Stored data entries
************

def emit_module(checked: CheckedObjective, input_names: Sequence[str] | None = None) -> str:
    """A standalone Python module (numpy and cvxpy only) that builds and solves the same problem from
    arrays. `input_names` (the columns of X, in order) is needed only when the spec selects inputs by
    name and does not list them all itself. The same spec always gives the same text."""
    _require_accepted(checked)
    spec = checked.spec
    if input_names is None and spec.table is not None:
        input_names = spec.table.explicit_inputs()
    names_tuple = None if input_names is None else tuple(str(n) for n in input_names)
    if names_tuple is None and any(_needs_input_order(e) for e in _all_exprs(checked)):
        raise _error("C431", "the spec selects inputs by name, but it does not list its inputs one by one, so "
                     "their order in X is unknown", _table_span(checked),
                     "pass input_names (the columns of X, in order) to emit_module", checked)
    for t in spec.tunables:
        if t.name in ("weights", "solver"):
            raise _error("C430", f"tunable '{t.name}' has the name of an argument of the emitted build/solve",
                         t.span, "rename the tunable", checked)

    names = _Names()
    idents: dict[tuple[str, str], str] = {}
    for t in spec.tunables:
        idents[("tunable", t.name)] = names.of(t.name, "tunable")
    for p in spec.parameters:
        idents[("param", p.name)] = names.of(p.name, "param")
    score_ident = names.of(spec.score.name, "score") if spec.score is not None else None

    emitter = _Emitter()
    host = _EmitHost(emitter, checked, names_tuple, idents, score_ident, names)
    tr = _Translator(host)
    score_value = tr.expr(spec.score.expr) if spec.score is not None else None
    term_values = [tr.expr(t.expr) for t in checked.terms]
    constraint_values = [_compare(tr.expr(c.left), c.op, tr.expr(c.right)) for c in spec.constraints]

    cp = host.cp
    body: list[ast.stmt] = [
        ast.Assign([ast.Tuple([ast.Name(n, ast.Store()) for n in ("X", "y", "weights", "weight_total")],
                              ast.Store())],
                   _to_ast(_name(emitter.copy(_prepare_arrays, _this_module()))(
                       _name("X"), _name("y"), _name("weights"), _name("INPUT_NAMES")))),
        _assign("n_inputs", _name("X").shape[1]),
        _assign("values", _name(emitter.copy(solvers_src.settled_tunables, solvers_src))(_name("TUNABLES"), _name("tunables"),
                                                                              _name("ValueError"))),
    ]
    for t in spec.tunables:
        body.append(_assign(idents[("tunable", t.name)],
                            cp.Parameter(name=t.name, value=_name("values")[t.name], **_sign_flags(t.low, t.high))))
    body.extend(host.derived_statements)
    k = len(spec.table.classes) if spec.table is not None else 0
    for p in spec.parameters:
        if p.by_classes:  # W: inputs x K, b: K, one column / entry per class in the listed order
            var = cp.Variable((_name("n_inputs"), k) if p.vector else k, name=p.name)
        else:
            var = cp.Variable(_name("n_inputs"), name=p.name) if p.vector else cp.Variable(name=p.name)
        body.append(_assign(idents[("param", p.name)], var))
    if score_ident is not None:
        body.append(_assign(score_ident, score_value))
    body.append(_assign("terms", list(term_values)))
    body.append(_assign("constraints", list(constraint_values)))
    objective = functools.reduce(lambda a, b: a + b, [_name("terms")[i] for i in range(len(term_values))])
    body.append(_assign("problem", cp.Problem(cp.Minimize(objective), _name("constraints"))))
    result = {
        "problem": _name("problem"),
        "variables": {p.name: _name(idents[("param", p.name)]) for p in spec.parameters},
        "parameters": {t.name: _name(idents[("tunable", t.name)]) for t in spec.tunables},
        "score": _name(score_ident) if score_ident is not None else None,
        "terms": _name("terms"),
        "constraints": _name("constraints"),
    }
    body.append(ast.Return(_to_ast(result)))
    build_fn = _emitted_function("build", ["X", "y", "weights"], [None], body, posonly=2, kwarg="tunables")

    solve_name = emitter.copy(_solve_built, _this_module())
    solve_body: list[ast.stmt] = [
        _assign("built", _name("build")(_name("X"), _name("y"), _name("weights"), **{})),
        ast.Return(_to_ast(_name(solve_name)(cp, _name("built"), _name("solver"), _name("SOLVER_OPTIONS")))),
    ]
    # build(X, y, weights, **tunables): a keyword splat the recorder does not write; add it here
    call = solve_body[0].value
    assert isinstance(call, ast.Call)
    call.keywords.append(ast.keyword(None, ast.Name("tunables", ast.Load())))
    solve_fn = _emitted_function("solve", ["X", "y", "weights", "solver"], [None, None], solve_body, posonly=2,
                                 kwarg="tunables")

    module_body: list[ast.stmt] = [
        ast.Expr(ast.Constant(_docstring(checked))),
        ast.Import([ast.alias("numpy", "np")]),
        ast.Import([ast.alias("cvxpy", "cp")]),
        _assign("SPEC_NAME", checked.source.name),
        _assign("SPEC_TEXT", spec.text),
        _assign("SPEC_SHA256", checked.spec_hash),
        _assign("VERDICT", checked.verdict),
        _assign("INPUT_NAMES", names_tuple),
        _assign("PARAMETERS", {p.name: ("vector" if p.vector else "scalar") for p in spec.parameters}),
        _assign("TUNABLES", {t.name: (float(t.default), float(t.low), float(t.high)) for t in spec.tunables}),
        _assign("SOLVER_OPTIONS", {k: tuple(dict(o) for o in v) for k, v in SOLVER_OPTIONS.items()}),
        *emitter.helpers.values(),
        build_fn,
        solve_fn,
    ]
    module = ast.fix_missing_locations(ast.Module(body=module_body, type_ignores=[]))
    return ast.unparse(module) + "\n"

************

- Work required
Show the lines of the data that hold the word "same".

- Task output
    """A standalone Python module (numpy and cvxpy only) that builds and solves the same problem from
    name and does not list them all itself. The same spec always gives the same text."""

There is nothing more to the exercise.